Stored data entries
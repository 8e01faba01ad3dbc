//! What the program says of itself: `schema`.

use super::arguments::Schema;
use super::verbs::json;
use super::{CliError, Status, output};
use crate::report::schema as schemas;
use std::io::Write;

pub fn schema(arguments: &Schema, out: &mut dyn Write) -> Result<Status, CliError> {
    let one = arguments.output_of.as_deref().and_then(schemas::of);
    let printed = json(&one.unwrap_or_else(schemas::all))?;
    output::deliver(arguments.output.as_deref(), &printed, out)?;
    Ok(Status::Done)
}
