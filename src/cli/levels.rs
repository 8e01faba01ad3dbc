//! Level diagrams: the verb `levels`, and what `label --format svg` draws.

use super::arguments::{CountFrom, Drawing, Format, Label, Levels, PaperWidth, Zero};
use super::placing::choice;
use super::verbs::{CHARACTER_LIMIT, molden, refuse};
use super::{CliError, Status, output, use_threads};
use crate::diagram::{self, Count, DiagramError, Options, Width};
use crate::labelling::{self, Thresholds};
use crate::model::ANGSTROM_PER_BOHR;
use crate::report::build::{self, Wanted};
use crate::report::document::Document;
use crate::wavefunction;
use std::io::Write;
use std::path::Path;

pub fn levels(arguments: &Levels, out: &mut dyn Write, errors: &mut dyn Write) -> Result<Status, CliError> {
    use_threads(&arguments.common)?;
    match arguments.common.format {
        // Text is what stands there when nothing was said.
        Format::Svg | Format::Text => {}
        format => return Err(refuse("levels", "svg", format)),
    }
    if arguments.files.iter().filter(|file| file.as_os_str() == "-").count() > 1 {
        return Err(CliError::Usage("standard input can be read only once".to_owned()));
    }
    let options = Options {
        names: arguments.names.clone(),
        zero: match arguments.zero {
            Zero::Absolute => diagram::Zero::Absolute,
            Zero::Homo => diagram::Zero::Homo,
        },
        count: match arguments.count {
            CountFrom::Lowest => Count::Lowest,
            CountFrom::Frontier => Count::Frontier,
        },
        way: arguments.way,
        ..options(&arguments.drawing)
    };
    // One file after the other: only the documents stay in memory.
    let documents: Vec<Document> =
        arguments.files.iter().map(|file| document(file, arguments, errors)).collect::<Result<_, _>>()?;
    let drawn = diagram::series_svg(&documents, &options).map_err(|error| failed(&error))?;
    if !arguments.common.quiet {
        for caution in &drawn.cautions {
            // A closed standard error must not stop the result.
            let _ = writeln!(errors, "orbsieve: {caution}");
        }
    }
    output::deliver(arguments.common.output.as_deref(), drawn.svg.as_bytes(), out)?;
    Ok(Status::Done)
}

fn document(path: &Path, arguments: &Levels, errors: &mut dyn Write) -> Result<Document, CliError> {
    let (_, mut molecule) = molden(path, &arguments.common, errors)?;
    let tolerance_bohr = arguments.tolerance / ANGSTROM_PER_BOHR;
    let thresholds = Thresholds { tolerance_bohr, ..Thresholds::STANDARD };
    let choice = choice(&arguments.placing, &molecule)?;
    let labelled = labelling::label_in(&mut molecule, &thresholds, &choice)
        .map_err(|source| CliError::Label { path: path.to_owned(), source })?;
    let small = molecule.n_functions() <= CHARACTER_LIMIT;
    let lowdin = small.then(|| wavefunction::lowdin(&labelled.settled, &molecule)).flatten();
    let wanted = Wanted { window: None, frontier_transitions: false };
    let name = path.display().to_string();
    Ok(build::label_document(&name, &molecule, &labelled, lowdin.as_deref(), &thresholds, wanted))
}

/// The diagram of `label`.
pub(super) fn of_label(document: &Document, arguments: &Label) -> Result<Vec<u8>, CliError> {
    let options = Options { transitions: arguments.transitions, ..options(&arguments.drawing) };
    diagram::levels_svg(document, &options).map(String::into_bytes).map_err(|error| failed(&error))
}

fn options(drawing: &Drawing) -> Options {
    let width = drawing.width.map(|width| match width {
        PaperWidth::Single => Width::Single,
        PaperWidth::Double => Width::Double,
    });
    Options { range: drawing.range, width, ..Options::default() }
}

fn failed(error: &DiagramError) -> CliError {
    match error {
        DiagramError::NoLevels { .. } => CliError::Input { drawn: error.to_string() },
        DiagramError::Range { .. } | DiagramError::Names { .. } | DiagramError::Way { .. } => {
            CliError::Usage(error.to_string())
        }
    }
}
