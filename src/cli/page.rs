//! `label --format html`: the audit, the pictures and the table that the page shows beside the labels.

use super::CliError;
use super::arguments::Label;
use crate::audit::{self, Limits};
use crate::labelling::partners::standard_partners;
use crate::labelling::{Labelled, SpinLabels, Thresholds, frontier};
use crate::model::Molecule;
use crate::page::{self, Report, SetPictures};
use crate::picture::{Skeleton, View, elements, orbital_pictures, symmetry_elements};
use crate::report::audit::audit_document;
use crate::report::document::Document;
use crate::report::table;
use ndarray::{Array2, Axis};
use std::io;

/// The page of a labelled file.
pub fn page(
    document: &Document,
    molecule: &Molecule,
    labelled: Labelled,
    thresholds: &Thresholds,
    arguments: &Label,
) -> Result<Vec<u8>, CliError> {
    let view = View::standard();
    let skeleton = Skeleton::new(molecule, &labelled.symmetry);
    let drawing = symmetry_elements(&skeleton, &labelled.symmetry.group, &view);
    let kinds = elements::elements(&labelled.symmetry.group).kinds();
    let drawn = frontier_pictures(molecule, &labelled, &skeleton, &view, arguments.pictures)
        .map_err(|source| CliError::Write { path: None, source })?;
    let characters = table::build(&document.geometry.point_group).ok();
    let limits = Limits { degeneracy_hartree: thresholds.degeneracy_hartree, ..Limits::STANDARD };
    let audited = audit::audit(molecule, labelled, thresholds, &limits)
        .map(|(labelled, found)| audit_document(&document.source.file, molecule, &labelled, &found, thresholds).audit);
    let reason = audited.as_ref().err().map(ToString::to_string).unwrap_or_default();
    let audit = audited.as_ref().ok().and_then(Option::as_ref).ok_or(reason.as_str());
    // Without energies there are no levels, and the page has no diagram.
    let has_levels = document.sets.iter().flatten().any(|set| set.energy_hartree.is_some());
    let levels = has_levels.then(|| super::levels::of_label(document, arguments)).transpose()?;
    let levels = levels.map(|svg| String::from_utf8_lossy(&svg).into_owned());
    let report = Report {
        document,
        audit,
        table: characters.as_ref(),
        elements: &drawing,
        kinds: &kinds,
        levels: levels.as_deref(),
        pictures: &drawn,
        view: &view.description,
    };
    Ok(page::html(&report).into_bytes())
}

/// The sets around the frontier of each spin, highest first, every partner drawn.
fn frontier_pictures(
    molecule: &Molecule,
    labelled: &Labelled,
    skeleton: &Skeleton,
    view: &View,
    (below, above): (usize, usize),
) -> io::Result<Vec<SetPictures>> {
    let capacity = if labelled.spins.len() > 1 { 1.0 } else { 2.0 };
    let mut first = 0;
    let mut drawn = Vec::new();
    for (spin_idx, (spin, orbitals)) in labelled.spins.iter().zip(&molecule.orbital_sets).enumerate() {
        let occupations: Vec<Option<f64>> = orbitals.orbitals.iter().map(|orbital| orbital.occupation).collect();
        for set_idx in chosen(spin, capacity, below, above) {
            let set = &spin.sets[set_idx];
            let mut rows = orbitals.coefficients.select(Axis(0), &set.orbitals);
            // Partners that the file has turned among themselves are drawn as the standard ones.
            let turned = set.orbitals.iter().any(|&orbital| spin.orbitals[orbital].partner.is_none());
            let standard = turned
                .then(|| standard_partners(labelled, spin_idx, set, orbitals.coefficients.view(), &occupations))
                .flatten();
            if let Some(columns) = &standard {
                rows = Array2::from_shape_fn((rows.nrows(), rows.nrows()), |(k, j)| columns[(j, k)]).dot(&rows);
            }
            let names = standard.and(set.irrep).map(|irrep| labelled.symmetry.group.irreps()[irrep].partners.clone());
            let partners =
                orbital_pictures(skeleton, &labelled.symmetry.frame, &labelled.settled.basis, rows.view(), view)?;
            drawn.push(SetPictures { set: first + set_idx + 1, partners, turned_to: names });
        }
        first += spin.sets.len();
    }
    Ok(drawn)
}

/// Indices of sets with electrons and of empty ones next to the frontier, highest energy first; none without occupations.
fn chosen(spin: &SpinLabels, capacity: f64, below: usize, above: usize) -> Vec<usize> {
    let filling = |at: &usize| frontier::filling(&spin.sets[*at], capacity);
    let all = || 0..spin.sets.len();
    let empty = all().filter(|at| filling(at) == Some(frontier::Filling::Empty)).take(above);
    let filled = all().rev().filter(|at| filling(at).is_some_and(|filling| filling != frontier::Filling::Empty));
    let mut chosen: Vec<usize> = empty.chain(filled.take(below)).collect();
    chosen.sort_unstable_by(|a, b| b.cmp(a));
    chosen
}
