//! Opening what a person names: a file, `-`, gzip or plain, as bytes.
//!
//! Not here: what the bytes mean.

use super::CliError;
use flate2::read::MultiGzDecoder;
use memmap2::Mmap;
use std::fs::File;
use std::io::{self, Read};
use std::ops::Deref;
use std::path::Path;

/// The bytes of an input, mapped or owned.
#[derive(Debug)]
pub enum Bytes {
    /// A file mapped into memory.
    Mapped(Mmap),
    /// Standard input, or something unpacked.
    Owned(Vec<u8>),
}

impl Deref for Bytes {
    type Target = [u8];

    fn deref(&self) -> &[u8] {
        match self {
            Self::Mapped(map) => map,
            Self::Owned(bytes) => bytes,
        }
    }
}

/// First bytes of a gzip stream (RFC 1952).
const GZIP: [u8; 2] = [0x1f, 0x8b];
/// A gzip stream may unpack to this many times its size, plus [`UNPACKED_FLOOR`]: orbital files reach
/// about 4, and a stream of zeros 1000.
const UNPACKED_RATIO: u64 = 100;
const UNPACKED_FLOOR: u64 = 1 << 20;

/// Reads the input named by `path`, `-` being standard input; gzip is recognised by its first bytes.
///
/// # Errors
/// [`CliError::Read`] when it cannot be opened, read or unpacked, or unpacks to an absurd size.
pub fn open(path: &Path) -> Result<Bytes, CliError> {
    let failed = |source: io::Error| CliError::Read { path: path.to_owned(), source };
    let bytes = if path.as_os_str() == "-" {
        let mut bytes = Vec::new();
        io::stdin().lock().read_to_end(&mut bytes).map_err(failed)?;
        Bytes::Owned(bytes)
    } else {
        map(path).map_err(failed)?
    };
    unpacked(bytes, path)
}

/// The bytes themselves, or what they hold when they are gzip.
///
/// # Errors
/// [`CliError::Read`] when they cannot be unpacked, or unpack to an absurd size; `path` is only named.
pub fn unpacked(bytes: Bytes, path: &Path) -> Result<Bytes, CliError> {
    if !bytes.starts_with(&GZIP) {
        return Ok(bytes);
    }
    unpack(&bytes).map(Bytes::Owned).map_err(|source| CliError::Read { path: path.to_owned(), source })
}

fn map(path: &Path) -> io::Result<Bytes> {
    let mut file = File::open(path)?;
    let metadata = file.metadata()?;
    if !metadata.is_file() || metadata.len() == 0 {
        // A pipe, a device, or nothing to map.
        let mut bytes = Vec::new();
        file.read_to_end(&mut bytes)?;
        return Ok(Bytes::Owned(bytes));
    }
    #[expect(unsafe_code, reason = "the memory map: the one way to read a file larger than memory allows twice")]
    // SAFETY: the map is read-only and private to this process. Should another process shorten the file
    // meanwhile the kernel ends this one with SIGBUS: no undefined value is ever used as Rust data beyond bytes.
    let map = unsafe { Mmap::map(&file)? };
    Ok(Bytes::Mapped(map))
}

fn unpack(packed: &[u8]) -> io::Result<Vec<u8>> {
    let limit = UNPACKED_FLOOR + UNPACKED_RATIO * packed.len() as u64;
    let mut bytes = Vec::new();
    MultiGzDecoder::new(packed).take(limit + 1).read_to_end(&mut bytes)?;
    if bytes.len() as u64 > limit {
        return Err(io::Error::new(
            io::ErrorKind::InvalidData,
            format!(
                "unpacks to more than {UNPACKED_RATIO} times its size: no orbital file does; unpack it by hand if it is one"
            ),
        ));
    }
    Ok(bytes)
}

■ AIM OF THE EXERCISE ■
The required answer is the run of lines above, starting at the line with "for set_idx in" and ending at the line with "let filled = all().rev().filter(|at|", reproduced exactly with both ends.

■ EXPECTED ANSWER ■
        for set_idx in chosen(spin, capacity, below, above) {
            let set = &spin.sets[set_idx];
            let mut rows = orbitals.coefficients.select(Axis(0), &set.orbitals);
            // Partners that the file has turned among themselves are drawn as the standard ones.
            let turned = set.orbitals.iter().any(|&orbital| spin.orbitals[orbital].partner.is_none());
            let standard = turned
                .then(|| standard_partners(labelled, spin_idx, set, orbitals.coefficients.view(), &occupations))
                .flatten();
            if let Some(columns) = &standard {
                rows = Array2::from_shape_fn((rows.nrows(), rows.nrows()), |(k, j)| columns[(j, k)]).dot(&rows);
            }
            let names = standard.and(set.irrep).map(|irrep| labelled.symmetry.group.irreps()[irrep].partners.clone());
            let partners =
                orbital_pictures(skeleton, &labelled.symmetry.frame, &labelled.settled.basis, rows.view(), view)?;
            drawn.push(SetPictures { set: first + set_idx + 1, partners, turned_to: names });
        }
        first += spin.sets.len();
    }
    Ok(drawn)
}

/// Indices of sets with electrons and of empty ones next to the frontier, highest energy first; none without occupations.
fn chosen(spin: &SpinLabels, capacity: f64, below: usize, above: usize) -> Vec<usize> {
    let filling = |at: &usize| frontier::filling(&spin.sets[*at], capacity);
    let all = || 0..spin.sets.len();
    let empty = all().filter(|at| filling(at) == Some(frontier::Filling::Empty)).take(above);
    let filled = all().rev().filter(|at| filling(at).is_some_and(|filling| filling != frontier::Filling::Empty));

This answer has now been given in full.